Религия всегда выступала мощным государствообразующим фактором. Владимир, распространив свою власть на все славяно-русские земли, неизбежно должен был придерживаться какой-то, как сказали бы сегодня, «общенациональной политической программы», которая по условиям того времени выражалась в религиозной форме. Важным оказалось и то, что православие не проповедовало идеи предопределения. Крещение дало нашим предкам высшую свободу – свободу выбора между добром и злом, а победа православия подарила Руси тысячелетнюю историю. В XI в. Польша сблизилась с католическим Западом. Граница двух различных культур пролегла по славянским народам. Сей факт важен для нас потому, что на протяжении всей дальнейшей истории в Древней Руси, а впоследствии и в России постоянно шла борьба двух политических течений: «западнического (проевропейского)» и «почвеннического», выражавшегося в стремлении держаться своих традиций.[84]
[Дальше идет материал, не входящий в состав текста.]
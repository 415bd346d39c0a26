"""Reading canonical text back, fast.

Every job is archived as canonical text (:mod:`jobkeeper.circuit.canonical`), and the
worker parses it again before running it. The general parser pays for the whole
OpenQASM 2.0 grammar; canonical text uses a small, fixed part of it (one statement per
line, absolute indices, numbers already rounded), which one regular expression per line
reads several times faster. Measured on 2-qubit jobs: the general parser took a quarter
of the worker's time.

The rule that keeps this safe: :func:`read_canonical` returns exactly what
:func:`~jobkeeper.circuit.parser.parse_qasm` returns for the same text, or hands the
text to it. Any line it does not recognise, any gate it cannot check, any index out of
range sends the whole text to the general parser, which then gives the circuit or the
precise error. A property test holds the two to the same result.
"""

from __future__ import annotations

import re

from jobkeeper.circuit.canonical import round_param
from jobkeeper.circuit.ir import BARRIER, MEASURE, RESET, Circuit, Condition, Operation, Register
from jobkeeper.circuit.parser import MAX_REGISTER_SIZE, parse_qasm
from jobkeeper.circuit.stdgates import STANDARD_GATES
from jobkeeper.hashing import sha256_tag

_HEADER = 'OPENQASM 2.0;\ninclude "qelib1.inc";\n'
_NUMBER = r"-?\d+\.\d+(?:e[-+]\d+)?"
_QUBIT = r"q\[(\d+)\]"
# Every pattern is a sequence of bounded classes without nested repetition: linear time.
_OPAQUE = re.compile(r"opaque ([a-z][A-Za-z0-9_]*)(?:\((p0(?:,p\d+)*)\))? (a0(?:,a\d+)*);")
_QREG = re.compile(r"qreg q\[(\d+)\];")
_CREG = re.compile(r"creg c(\d+)\[(\d+)\];")
_OPERATION = re.compile(
    r"(?:if\(c(\d+)==(\d+)\) )?"
    r"(?:measure " + _QUBIT + r" -> c(\d+)\[(\d+)\]"
    r"|([a-z][A-Za-z0-9_]*)(?:\((" + _NUMBER + r"(?:," + _NUMBER + r")*)\))?"
    r" (q\[\d+\](?:,q\[\d+\])*));"
)
_INDEX = re.compile(r"\d+")
#: longest decimal index read here; anything longer goes to the general parser.
_MAX_DIGITS = 9


class _NotCanonical(Exception):
    pass


def read_canonical(text: str, *, filename: str | None = None) -> Circuit:
    """The circuit of ``text``, exactly as ``parse_qasm(text, filename=filename)`` gives
    it; fast when ``text`` is canonical text, the general parser otherwise."""
    try:
        return _read(text, filename)
    except _NotCanonical:
        return parse_qasm(text, filename=filename)


def _index(digits: str) -> int:
    if len(digits) > _MAX_DIGITS or (len(digits) > 1 and digits[0] == "0"):
        raise _NotCanonical
    return int(digits)


def _read(text: str, filename: str | None) -> Circuit:
    if not text.startswith(_HEADER) or not text.endswith("\n"):
        raise _NotCanonical
    lines = text[len(_HEADER) : -1].split("\n") if len(text) > len(_HEADER) else []
    at = 0
    opaque: dict[str, tuple[int, int]] = {}
    while at < len(lines) and lines[at].startswith("opaque "):
        match = _OPAQUE.fullmatch(lines[at])
        if match is None or match[1] in opaque or match[1] in STANDARD_GATES:
            raise _NotCanonical
        params = match[2].split(",") if match[2] else []
        qubits = match[3].split(",")
        if params != [f"p{i}" for i in range(len(params))]:
            raise _NotCanonical
        if qubits != [f"a{i}" for i in range(len(qubits))]:
            raise _NotCanonical
        opaque[match[1]] = (len(params), len(qubits))
        at += 1
    num_qubits = 0
    qregs: tuple[Register, ...] = ()
    if at < len(lines) and (match := _QREG.fullmatch(lines[at])) is not None:
        num_qubits = _index(match[1])
        if not 0 < num_qubits <= MAX_REGISTER_SIZE:
            raise _NotCanonical
        qregs = (Register("q", num_qubits, 0),)
        at += 1
    cregs: list[Register] = []
    num_clbits = 0
    while at < len(lines) and (match := _CREG.fullmatch(lines[at])) is not None:
        size = _index(match[2])
        if _index(match[1]) != len(cregs) or not 0 < size <= MAX_REGISTER_SIZE - num_clbits:
            raise _NotCanonical
        cregs.append(Register(f"c{len(cregs)}", size, num_clbits))
        num_clbits += size
        at += 1
    ops = [_operation(line, num_qubits, cregs, opaque) for line in lines[at:]]
    return Circuit(
        num_qubits=num_qubits,
        num_clbits=num_clbits,
        qregs=qregs,
        cregs=tuple(cregs),
        operations=tuple(ops),
        opaque=frozenset(opaque),
        source_hash=sha256_tag(text.encode("utf-8", "surrogatepass")),
        source_name=filename,
        opaque_signatures=tuple((name, p, q) for name, (p, q) in sorted(opaque.items())),
    )


def _operation(
    line: str, num_qubits: int, cregs: list[Register], opaque: dict[str, tuple[int, int]]
) -> Operation:
    match = _OPERATION.fullmatch(line)
    if match is None:
        raise _NotCanonical
    register, value, m_qubit, m_reg, m_bit, name, params, qubit_list = match.groups()
    condition = None
    if register is not None:
        reg = _register(cregs, register)
        condition = Condition(tuple(range(reg.offset, reg.offset + reg.size)), _index(value))
    if m_qubit is not None:
        qubit = _index(m_qubit)
        reg, bit = _register(cregs, m_reg), _index(m_bit)
        if qubit >= num_qubits or bit >= reg.size:
            raise _NotCanonical
        return Operation(MEASURE, (qubit,), (), (reg.offset + bit,), condition)
    qubits = tuple(_index(q) for q in _INDEX.findall(qubit_list))
    if any(q >= num_qubits for q in qubits) or len(set(qubits)) != len(qubits):
        raise _NotCanonical
    values = tuple(round_param(float(p)) for p in params.split(",")) if params else ()
    if name == BARRIER:
        if condition is not None or values or list(qubits) != sorted(qubits):
            raise _NotCanonical
        return Operation(BARRIER, qubits)
    if name == RESET:
        if values or len(qubits) != 1:
            raise _NotCanonical
        return Operation(RESET, qubits, (), (), condition)
    arity = opaque.get(name)
    if arity is None:
        spec = STANDARD_GATES.get(name)
        if spec is None:
            raise _NotCanonical
        arity = (spec.num_params, spec.num_qubits)
    if arity != (len(values), len(qubits)):
        raise _NotCanonical
    return Operation(name, qubits, values, (), condition)


def _register(cregs: list[Register], digits: str) -> Register:
    k = _index(digits)
    if k >= len(cregs):
        raise _NotCanonical
    return cregs[k]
На этом фоне понятны нападки на православную церковь, продолжающиеся и в настоящее время. Причина состоит в том, что она была не просто институтом общества, а фундаментом государства. Как справедливо замечает один из иерархов Русской православной церкви, «русская государственность всегда мыслила себя, всегда строилась и действовала как государственность христианская, черпая в православном вероучении идеалы и смысл своего существования».[85] Величайшее значение православия и Церкви отмечал в своих работах И. Солоневич: «Я утверждаю, что хранителем православия является русский народ или, иначе, что православие является национальной религией русского народа».